• **Problem details**
Lines in the data below that contain the word "guide" are to be copied.

• **Material provided**

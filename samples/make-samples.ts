/**
 * Builds the sample sections: an invented street intake port for a 46 mm valve at 10 mm lift over a test bore,
 * once with a tight and once with a generous short-side radius. Run `npx tsx samples/make-samples.ts` to rewrite
 * the JSON files next to this script; test/document checks that the files match what this script builds.
 *
 * Frame (mm): x to the right from the manifold face (x = 0), y up from the deck face of the head (y = 0).
 * The valve axis is vertical at x = VALVE_AXIS_X; the port runs right from the manifold face, then the floor turns
 * down 65 degrees over the short side into the bowl, throat and seat; the roof (long side) follows on the far side.
 */

import { writeFileSync } from 'node:fs';
import { fileURLToPath } from 'node:url';
import {
  FORMAT_VERSION, type BenchInputs, type Edge, type Parts, type PortDocument, type Section, type Variant, type Vertex, type WidthProfile,
} from '../src/document/types.ts';
import { saveDocument } from '../src/document/load.ts';
import { applyParts } from '../src/parts/apply.ts';
import { cfmToM3s, inH2OToPa } from '../src/breathing/units.ts';

const VALVE_DIAMETER = 46;
const VALVE_LIFT = 10;
/** Throat (the bore under the seat) as a share of the valve head: 91%, the usual safe choice [practice]. */
const THROAT_PCT = 91;
const VALVE_AXIS_X = 95;
/** The gauge line (outer edge of the seat face) sits 2.3 mm above the deck. */
const SEAT_RECESS = 2.3;
/** The bowl meets the throat 8 mm above the deck: the anchor corners where the generated seat joins the port. */
const ANCHOR_Y = 8;
/** Port: 42 mm tall at the manifold face, floor 30 mm above the deck, turning down 65 deg into the bowl. */
const FLOOR_Y = 30;
const ROOF_Y = 72;
const TURN_DEG = 65;
const BOWL_TOP_Y = 15;
/** The bowl is 45 mm across at its top, narrowing to the 41.9 mm throat. */
const BOWL_TOP_R = 22.5;
const LONG_SIDE_RADIUS = 30;
/** Test bore: 88 mm (about 1.9 x the valve), 60 mm deep, 8 mm from the valve edge to the wall on the manifold side. */
const BORE_DIAMETER = 88;
const BORE_DEPTH = 60;
const VALVE_TO_WALL = 8;

/**
 * The parts: a 46 mm valve with a 45 deg seat face 2.8 mm wide, a 1.2 mm margin, a 30 deg back cut to an 8 mm
 * thick head and an 8 mm stem drawn 21 mm up from the face; a three-angle seat (30 deg top cut, 45 deg seat 1.8 mm
 * wide, 60 deg bottom cut) with a 91% throat; the 88 x 60 mm test bore.
 */
const PARTS: Parts = {
  valve: {
    diameter: VALVE_DIAMETER, seatAngleDeg: 45, seatFaceWidth: 2.8, margin: 1.2, backCutAngleDeg: 30,
    headThickness: 8, stemDiameter: 8, stemLength: 21, axis: { x: VALVE_AXIS_X, y: SEAT_RECESS, inclinationDeg: 0 },
    lift: VALVE_LIFT,
  },
  seat: { throatPct: THROAT_PCT, seatWidth: 1.8, topCutAngleDeg: 30, bottomCutAngleDeg: 60, throatOffsetPct: 0, recess: SEAT_RECESS },
  bore: { diameter: BORE_DIAMETER, depth: BORE_DEPTH, valveEdgeToWall: VALVE_TO_WALL },
};

const round = (v: number): number => Math.round(v * 100) / 100 + 0; // + 0 turns -0 into 0
const at = (x: number, y: number, filletRadius?: number): Vertex =>
  filletRadius === undefined ? { at: [round(x), round(y)] } : { at: [round(x), round(y)], filletRadius };
const anchor = (x: number, y: number): Vertex => ({ at: [round(x), round(y)], anchor: true });
const wall = (wallName: string): Edge => ({ kind: 'line', role: 'wall', wallName });

/**
 * The hand-drawn outline, counter-clockwise from the top of the manifold face, down to the two anchor corners where
 * the bowl meets the throat; the valve pocket between them is one placeholder edge until the parts fill it.
 */
function portOutline(shortSideRadius: number): Section['outline'] {
  const run = 1 / Math.tan((TURN_DEG * Math.PI) / 180);
  const nearBowlX = VALVE_AXIS_X - BOWL_TOP_R;
  const farBowlX = VALVE_AXIS_X + BOWL_TOP_R;
  const throatR = (THROAT_PCT / 100) * (VALVE_DIAMETER / 2);
  const vertices: Vertex[] = [
    at(0, ROOF_Y), at(0, FLOOR_Y), at(45, FLOOR_Y),
    at(nearBowlX - (FLOOR_Y - BOWL_TOP_Y) * run, FLOOR_Y, shortSideRadius), at(nearBowlX, BOWL_TOP_Y),
    anchor(VALVE_AXIS_X - throatR, ANCHOR_Y), anchor(VALVE_AXIS_X + throatR, ANCHOR_Y), at(farBowlX, BOWL_TOP_Y),
    at(farBowlX - (ROOF_Y - BOWL_TOP_Y) * run, ROOF_Y, LONG_SIDE_RADIUS),
  ];
  // The manifold is on the left (-1), so the bowl there is the short side's and the one across the valve the long side's,
  // named as the parts name the seat and throat below them.
  const bowl = (from: Vertex, to: Vertex, side: -1 | 1): Edge => ({
    kind: 'curve', role: 'wall', wallName: side < 0 ? 'bowl (short side)' : 'bowl (long side)',
    // One point at mid-height, 0.4 mm outside the chord: the bowl is a shallow pocket above the throat.
    via: [[round((from.at[0] + to.at[0]) / 2 + side * 0.4), round((from.at[1] + to.at[1]) / 2)]],
  });
  const edges: Edge[] = [
    { kind: 'line', role: 'inlet' }, wall('floor'), wall('short side'), wall('short side'),
    bowl(vertices[4], vertices[5], -1), wall('seat'), bowl(vertices[6], vertices[7], 1),
    wall('long side'), wall('long side'),
  ];
  return { vertices, edges };
}

function variant(name: string, shortSideRadius: number): Variant {
  const throat = (THROAT_PCT / 100) * VALVE_DIAMETER;
  return {
    name,
    note:
      `${VALVE_DIAMETER} mm intake valve at ${VALVE_LIFT.toFixed(1)} mm lift (L/D ${(VALVE_LIFT / VALVE_DIAMETER).toFixed(2)}); ` +
      `throat ${throat.toFixed(1)} mm (${THROAT_PCT}% of the valve); short-side radius ${shortSideRadius} mm; ` +
      `test bore ${BORE_DIAMETER} mm x ${BORE_DEPTH} mm deep.`,
    parts: PARTS,
    section: applyParts({ outline: portOutline(shortSideRadius), islands: [] }, PARTS),
  };
}

function document(title: string, variants: Variant[]): PortDocument {
  return {
    format: 'portwright-section', version: FORMAT_VERSION, title, units: 'mm',
    activeVariant: variants[0].name, settings: { gridDetail: 'standard' }, variants,
  };
}

const TIGHT = variant('tight short side', 4);
const GENEROUS = variant('generous short side', 14);

/** SI to nine significant digits, so the file reads 0.112323481 rather than the float's last digits, and shows 238 CFM again. */
const nine = (v: number): number => Number(v.toPrecision(9));

/**
 * Invented bench inputs for the comparison file: a room at 20 °C, 100.8 kPa and 45% humidity, the bench at
 * 28 in H2O, an 86 x 86 mm four-cylinder at 6500 rpm; the tight short side flowed 238 CFM, the generous one 251.
 */
function benchInputs(cfm: number): BenchInputs {
  return {
    airTemperatureK: 293.15, barometricPressurePa: 100_800, relativeHumidityPct: 45, testPressurePa: nine(inH2OToPa(28)),
    measuredFlowM3PerS: nine(cfmToM3s(cfm)), boreM: 0.086, strokeM: 0.086, engineSpeedRpm: 6500, cylinderCount: 4,
    meanFlowCoefficient: 0.35, hpPerCfm: 0.26, humidityModel: 'cipm-2007', referenceArea: 'curtain', flowScale: 'ideal speed',
  };
}

/**
 * An invented width profile for the tight street port (distances along the port as its reading measures them, from
 * the manifold face): 34 mm at the gasket, 30.5 mm past a head-bolt boss before the turn, the bowl opening to 50 mm
 * round the valve guide, down to the 41.9 mm throat and out to the 46 mm valve, then the 88 mm test bore. The 8 mm
 * stem crosses the bowl from the top of its drawn stub into the roof; the 14 mm guide boss stands 13 mm proud of the
 * roof (about 61 mm up the axis from the gauge line there).
 */
const WIDTHS: WidthProfile = {
  stations: [
    { along: 0, width: 34 }, { along: 30, width: 32 }, { along: 58, width: 30.5 }, { along: 75, width: 36 },
    { along: 92, width: 50 }, { along: 108, width: 50 }, { along: 120, width: 42 }, { along: 132, width: 46 },
    { along: 150, width: 88 },
  ],
  obstructions: [
    { name: 'valve stem', diameter: 8, from: 9, to: 75 },
    { name: 'guide boss', diameter: 14, from: 48, to: 75 },
  ],
};

/** File name (in samples/) -> document. */
export function buildSamples(): Record<string, PortDocument> {
  return {
    'street-tight-short-side.json': document('Street intake, 46 mm valve: tight short side', [TIGHT]),
    'street-generous-short-side.json': document('Street intake, 46 mm valve: generous short side', [GENEROUS]),
    'short-side-compare.json': document('Street intake, 46 mm valve: short-side radius compared', [
      { ...TIGHT, bench: benchInputs(238) }, { ...GENEROUS, bench: benchInputs(251) },
    ]),
    'street-port-widths.json': document('Street intake, 46 mm valve: tight short side with the port widths', [
      { ...TIGHT, name: 'tight short side, widths', width: WIDTHS },
    ]),
    // The valve, seat and bore region solved round about the valve axis, on the manifold side of it (README, "Round").
    'street-valve-round.json': document('Street intake, 46 mm valve: tight short side, round about the valve axis', [
      { ...TIGHT, name: 'tight short side, round', axisymmetric: { keep: 'left' } },
    ]),
  };
}

if (process.argv[1] === fileURLToPath(import.meta.url)) {
  for (const [file, doc] of Object.entries(buildSamples())) {
    writeFileSync(new URL(file, import.meta.url), saveDocument(doc));
    console.log(`wrote samples/${file}`);
  }
}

• **Answer box**
 * round the valve guide, down to the 41.9 mm throat and out to the 46 mm valve, then the 88 mm test bore. The 8 mm
 * stem crosses the bowl from the top of its drawn stub into the roof; the 14 mm guide boss stands 13 mm proud of the
    { name: 'guide boss', diameter: 14, from: 48, to: 75 },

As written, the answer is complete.